Both of the follow-ons are priced only slightly below the brand names, by about $50 a vial. "It doesn't bring it down to a reasonable rate," said Greene.

"Multiple Opaque Transactions Between and Among...Stakeholders"

The ADA document details the complex interactions among the insulin manufacturers, wholesalers, PBMs, pharmacies, health plans, and employers involved in the insulin supply chain, as well as the distribution and payment systems amongst those stakeholders.

"With this system, there is no one agreed-upon price for any insulin formulation. The price ultimately paid by the person with diabetes at the point of sale results from the prices, rebates, and fees negotiated," Cefalu and colleagues write. 

And, they say, the lack of transparency about the process means that "it is unclear how the dollars flow and how much each intermediary profits."

The paper levels much of the blame at PBMs, the third-party administrators of prescription drug programs for both private and public health plans.

Interactions, including discounts and rebates negotiated between PBMs and both manufacturers and pharmacies are kept confidential, as are formulary decisions, the ADA says, noting "PBMs have substantial market power."

What Should Be Done to Solve the Pricing Problem, and By Who?

The ADA recommends that list prices for insulins should more closely reflect the net price, and that overall the system relies less on rebates, discounts, and fees based on list price. Rebates, they say, should be used by PBMs and payers to lower costs of insulin at the point of sale for people with diabetes.

Moreover, formularies should include a full range of insulin preparations, including human and analog insulins, in the lowest cost-sharing tier.   

At the same time, they say, innovation in developing new insulins should be encouraged and the FDA should streamline the process of bringing more lower-cost insulin products to the US market.

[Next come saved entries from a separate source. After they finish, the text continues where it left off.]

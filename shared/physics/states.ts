/**
 * Polarisation states and the Bell states, in the conventions of the physics contract:
 * |H⟩ = (1, 0), |V⟩ = (0, 1), |D⟩ = (H + V)/√2, |A⟩ = (H − V)/√2,
 * |R⟩ = (H + iV)/√2 and |L⟩ = (H − iV)/√2 by default; the "R=H-iV" setting swaps R and L.
 */
import type { BellName, Handedness, Letter, StateVector } from "./types";
import { type CVector, kronVectors } from "./linalg/complexMatrix";

export const LETTERS: readonly Letter[] = ["H", "V", "D", "A", "R", "L"];
export const DEFAULT_HANDEDNESS: Handedness = "R=H+iV";

const S = Math.SQRT1_2;

export function isLetter(c: string): c is Letter {
  return (LETTERS as readonly string[]).includes(c);
}

/** The single-photon state a letter stands for, under the setup's handedness. */
export function letterState(letter: Letter, handedness: Handedness = DEFAULT_HANDEDNESS): CVector {
  const sign = handedness === "R=H+iV" ? 1 : -1;
  switch (letter) {
    case "H":
      return vec([1, 0], [0, 0]);
    case "V":
      return vec([0, 1], [0, 0]);
    case "D":
      return vec([S, S], [0, 0]);
    case "A":
      return vec([S, -S], [0, 0]);
    case "R":
      return vec([S, 0], [0, sign * S]);
    case "L":
      return vec([S, 0], [0, -sign * S]);
  }
}

/** The orthogonal partner measured at the other PBS port. */
export const ORTHOGONAL: Record<Letter, Letter> = { H: "V", V: "H", D: "A", A: "D", R: "L", L: "R" };

/** Parses "HV" into ["H", "V"]; throws with the offending character named. */
export function parseLabel(label: string): Letter[] {
  const letters = label.trim().toUpperCase().split("");
  if (letters.length === 0) throw new Error("empty setting label");
  letters.forEach((c, i) => {
    if (!isLetter(c)) {
      throw new Error(`"${label}": letter ${i + 1} ("${c}") is not one of H, V, D, A, R, L`);
    }
  });
  return letters as Letter[];
}

/** Product state of a label, photon A first. */
export function labelState(label: string, handedness: Handedness = DEFAULT_HANDEDNESS): CVector {
  return kronVectors(parseLabel(label).map((l) => letterState(l, handedness)));
}

/**
 * Bell states (standard definitions, e.g. Nielsen & Chuang, "Quantum Computation and
 * Quantum Information", §1.3.6): φ± = (HH ± VV)/√2, ψ± = (HV ± VH)/√2.
 */
export const BELL_STATES: Record<BellName, StateVector> = {
  "phi+": { re: [S, 0, 0, S], im: [0, 0, 0, 0] },
  "phi-": { re: [S, 0, 0, -S], im: [0, 0, 0, 0] },
  "psi+": { re: [0, S, S, 0], im: [0, 0, 0, 0] },
  "psi-": { re: [0, S, -S, 0], im: [0, 0, 0, 0] },
};

export const BELL_NAMES: readonly BellName[] = ["phi+", "phi-", "psi+", "psi-"];

export function toCVector(v: StateVector): CVector {
  return { re: Float64Array.from(v.re), im: Float64Array.from(v.im) };
}

export function fromCVector(v: CVector): StateVector {
  return { re: Array.from(v.re), im: Array.from(v.im, (x) => x + 0) };
}

/** Scales a vector to unit norm; throws on the zero vector. */
export function normalised(v: CVector): CVector {
  let s = 0;
  for (let i = 0; i < v.re.length; i++) s += v.re[i] ** 2 + v.im[i] ** 2;
  if (!(s > 0)) throw new Error("the state vector is zero");
  const f = 1 / Math.sqrt(s);
  return { re: v.re.map((x) => x * f), im: v.im.map((x) => x * f) };
}

function vec(re: [number, number], im: [number, number]): CVector {
  const r = new Float64Array(2);
  const i = new Float64Array(2);
  r[0] = re[0];
  r[1] = re[1];
  i[0] = im[0];
  i[1] = im[1];
  return { re: r, im: i };
}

But endocrinologist Kasia Lipska, MD, Yale University, New Haven, Connecticut, whose research on insulin pricing was cited in the ADA white paper, told Medscape Medical News that  manufacturers also need to step up.

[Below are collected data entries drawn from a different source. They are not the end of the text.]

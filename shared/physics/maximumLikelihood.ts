/**
 * Maximum likelihood on the Poisson likelihood over positive semidefinite σ (physics contract
 * §4): minimise NLL(σ) = Σ_k [μ_k − n_k ln μ_k], μ_k = w_k ⟨ψ_k|σ|ψ_k⟩.
 *
 * 1. Newton on the convex NLL over all Hermitian σ (unconstrainedPoisson.ts), from the
 *    projected least-squares estimate. If that optimum is positive, it is the answer.
 * 2. Otherwise, and to confirm it, Newton in the Cholesky parametrisation σ = U T T† U† of
 *    James, Kwiat, Munro, White, Phys. Rev. A 64, 052312 (2001), §IV (T lower triangular with
 *    real diagonal), in the eigenbasis U of step 1's result, where the start is T = √Λ. Columns
 *    of T for eigenvalues that step 1 found negative start and stay at zero (the likely face of
 *    the cone). If the certificate below then fails, all columns are freed and the search
 *    goes on. Newton details: poissonNewton.ts, linalg/dampedNewton.ts.
 *
 * Stopping rule — a certificate. NLL is convex in σ and its optimum lies on
 * S = {σ ⪰ 0 : Tr(Mσ) = N}, M = Σ_k w_k P_k, N = Σ_k n_k (scaling σ by s changes NLL by
 * s·Σμ − N ln s, minimal at Σμ = N). Minimising the linearisation over S gives, for every σ,
 *   NLL(σ) − NLL* ≤ (Σμ − N) − N · λ_min(M^{-1/2} G M^{-1/2}),  G = Σ_k (1 − n_k/μ_k) w_k P_k
 * (the first-order convexity bound, e.g. Boyd & Vandenberghe, "Convex Optimization", §3.1.3).
 * This `optimalityGap` (nats of log-likelihood) must fall to tolerance · max(N, 1).
 */
import { inBasis, type MeasurementModel } from "./measurementModel";
import type { PreparedCounts } from "./corrections";
import type { LinearSystem } from "./linearInversion";
import { type CMatrix, add, hermitianPart, identity, multiply, adjoint, scale } from "./linalg/complexMatrix";
import { hermitianEigen } from "./linalg/hermitianEigen";
import { DampedNewton } from "./linalg/dampedNewton";
import { expectedCounts, inverseSqrtTotalOperator, logLikelihood, optimalityGap, rescaled } from "./likelihood";
import { sigmaFromParameters } from "./choleskyParametrisation";
import { PoissonNewton } from "./poissonNewton";
import { UnconstrainedPoisson } from "./unconstrainedPoisson";
import { fromPauliCoefficients, pauliCoefficients } from "./pauliBasis";

/** Default relative tolerance on the optimality gap (nats per count). */
export const MLE_TOLERANCE = 1e-10;
const MAX_ITERATIONS = 200;
/** Fraction of the maximally mixed state mixed into the start so that it is positive definite. */
const START_MIXING = 0.01;
/** Eigenvalues of the step-1 optimum below this fraction of the largest start on the face's boundary. */
const FACE_THRESHOLD = 1e-9;
/** Check the gap once a step lowered NLL by less than this multiple of the threshold. */
const GAP_CHECK_FACTOR = 10;
/** Steps lowering NLL by less than this multiple of the threshold have reached rounding level. */
const STALL_FACTOR = 1e-6;

export interface MleOptions {
  tolerance?: number;
  maxIterations?: number;
}

export interface MleResult {
  sigma: CMatrix;
  logLikelihood: number;
  /** Newton steps of both stages. */
  iterations: number;
  converged: boolean;
  /** Upper bound on L* − L at the returned σ, in nats. */
  optimalityGap: number;
  /** Relative tolerance used; the absolute threshold is tolerance · max(N, 1). */
  tolerance: number;
}

export function maximumLikelihood(
  model: MeasurementModel,
  linear: LinearSystem,
  data: PreparedCounts,
  start: CMatrix,
  options: MleOptions = {},
): MleResult {
  const tolerance = options.tolerance ?? MLE_TOLERANCE;
  const threshold = tolerance * Math.max(data.totalCounts, 1);
  const budget = { left: options.maxIterations ?? MAX_ITERATIONS };
  const mInvSqrt = inverseSqrtTotalOperator(model, data.weights);
  const mixed = fullRankStart(model, data, start);
  let sigma = unconstrainedOptimum(linear, data, mixed, threshold, budget) ?? mixed;
  let search = positiveSearch(model, data, mInvSqrt, sigma, threshold, budget, true);
  if (search.gap > threshold && search.rank < model.dimension && budget.left > 0) {
    const d = model.dimension;
    const opened = add(scale(search.sigma, 1 - START_MIXING), identity(d), (START_MIXING * traceOf(search.sigma)) / d);
    search = positiveSearch(model, data, mInvSqrt, opened, threshold, budget, false);
  }
  sigma = rescaled(model, data, search.sigma);
  const gap = optimalityGap(model, data, sigma, mInvSqrt);
  return {
    sigma,
    logLikelihood: logLikelihood(data.counts, expectedCounts(model, data.weights, sigma)),
    iterations: (options.maxIterations ?? MAX_ITERATIONS) - budget.left,
    converged: gap <= threshold,
    optimalityGap: gap,
    tolerance,
  };
}

/**
 * Newton over T in the eigenbasis of `start`; with `onFace`, columns of eigenvalues below
 * FACE_THRESHOLD·λ_max stay zero. Returns σ in the original basis and the gap reached.
 */
function positiveSearch(
  model: MeasurementModel,
  data: PreparedCounts,
  mInvSqrt: CMatrix,
  start: CMatrix,
  threshold: number,
  budget: { left: number },
  onFace: boolean,
) {
  const d = model.dimension;
  const { values, vectors: u } = hermitianEigen(hermitianPart(start));
  const floor = FACE_THRESHOLD * values[0];
  const rank = onFace ? Math.max(1, values.filter((v) => v > floor).length) : d;
  const rotated = inBasis(model, u);
  const rotatedInvSqrt = multiply(multiply(adjoint(u), mInvSqrt), u);
  const problem = new PoissonNewton(rotated, data, rank);
  const newton = new DampedNewton(problem);
  const theta = new Float64Array(d * d);
  for (let i = 0; i < d; i++) theta[i * i + 2 * i] = i < rank ? Math.sqrt(Math.max(values[i], floor)) : 0;
  let gap = Infinity;
  let lastDecrease = Infinity;
  for (;;) {
    problem.evaluate(theta);
    // The certificate costs an eigen-decomposition; ask for it only once steps have become small.
    // A failed certificate after steps at rounding level means this face is the wrong one.
    if (lastDecrease <= GAP_CHECK_FACTOR * threshold) {
      gap = problem.gap(rotatedInvSqrt);
      if (gap <= threshold || lastDecrease <= STALL_FACTOR * threshold) break;
    }
    const step = budget.left > 0 ? newton.step(theta) : null;
    if (!step) {
      gap = problem.gap(rotatedInvSqrt);
      break;
    }
    budget.left--;
    lastDecrease = step.decrease;
  }
  const sigma = multiply(multiply(u, sigmaFromParameters(theta, d)), adjoint(u));
  return { sigma, gap, rank };
}

/**
 * Newton on the convex likelihood over all Hermitian σ (unconstrainedPoisson.ts) from a
 * positive start; null when some row has no counts (the problem is then unbounded).
 */
function unconstrainedOptimum(linear: LinearSystem, data: PreparedCounts, start: CMatrix, threshold: number, budget: { left: number }): CMatrix | null {
  for (let k = 0; k < data.counts.length; k++) if (!(data.counts[k] > 0)) return null;
  const problem = new UnconstrainedPoisson(linear, data);
  const newton = new DampedNewton(problem);
  const x = pauliCoefficients(start, linear.photons);
  while (budget.left > 0 && problem.evaluate(x)) {
    const step = newton.step(x);
    if (!step) break;
    budget.left--;
    if (step.decrease <= threshold) break;
  }
  return fromPauliCoefficients(x, linear.photons);
}

function fullRankStart(model: MeasurementModel, data: PreparedCounts, start: CMatrix): CMatrix {
  const d = model.dimension;
  const t = traceOf(start);
  const unit = t > 0 ? scale(start, 1 / t) : identity(d);
  return rescaled(model, data, add(scale(unit, 1 - START_MIXING), identity(d), START_MIXING / d));
}

function traceOf(m: CMatrix): number {
  let t = 0;
  for (let i = 0; i < m.n; i++) t += m.re[i * m.n + i];
  return t;
}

"The ADA white paper focuses on the lack of transparency in the entire insulin supply chain — this is a valid point — but I think this lets industry off the hook. There should be a stronger call for manufacturers to lower prices to make insulin affordable."

Greene, in his testimony, echoed the call for transparency but said that Congress is the only entity that can ensure it happens.

"Preserving access to affordable insulin is not a Democratic or Republican issue....Only Congress has the power to follow all the steps from production to consumption and understand where exactly this market is being distorted." 

Senator Collins vowed to do just that. "I want to deconstruct that complicated web of transactions to figure out who is making how much money and why aren't discounts that are negotiated with manufacturers reaching the patient....It's astonishing that for a drug approaching a hundred years old and that is serving millions of Americans that we don't see a proliferation of manufacturers." 

And to Grant, a contract company employee with a high-deductible health plan who testified that the 90-day cost of his 13-year-old son's insulin jumped from $450 in 2017 to more than $900 in 2018, Collins said, "We want to keep him healthy, but we also don't want you to go broke in doing so. I'm committed to trying to get to the bottom of this."

Cefalu is an ADA employee, which receives support from several diabetes product manufacturers. Greene has received grants from the National Science Foundation and National Library of Medicine. Disclosures for the other Working Group members are listed in the paper.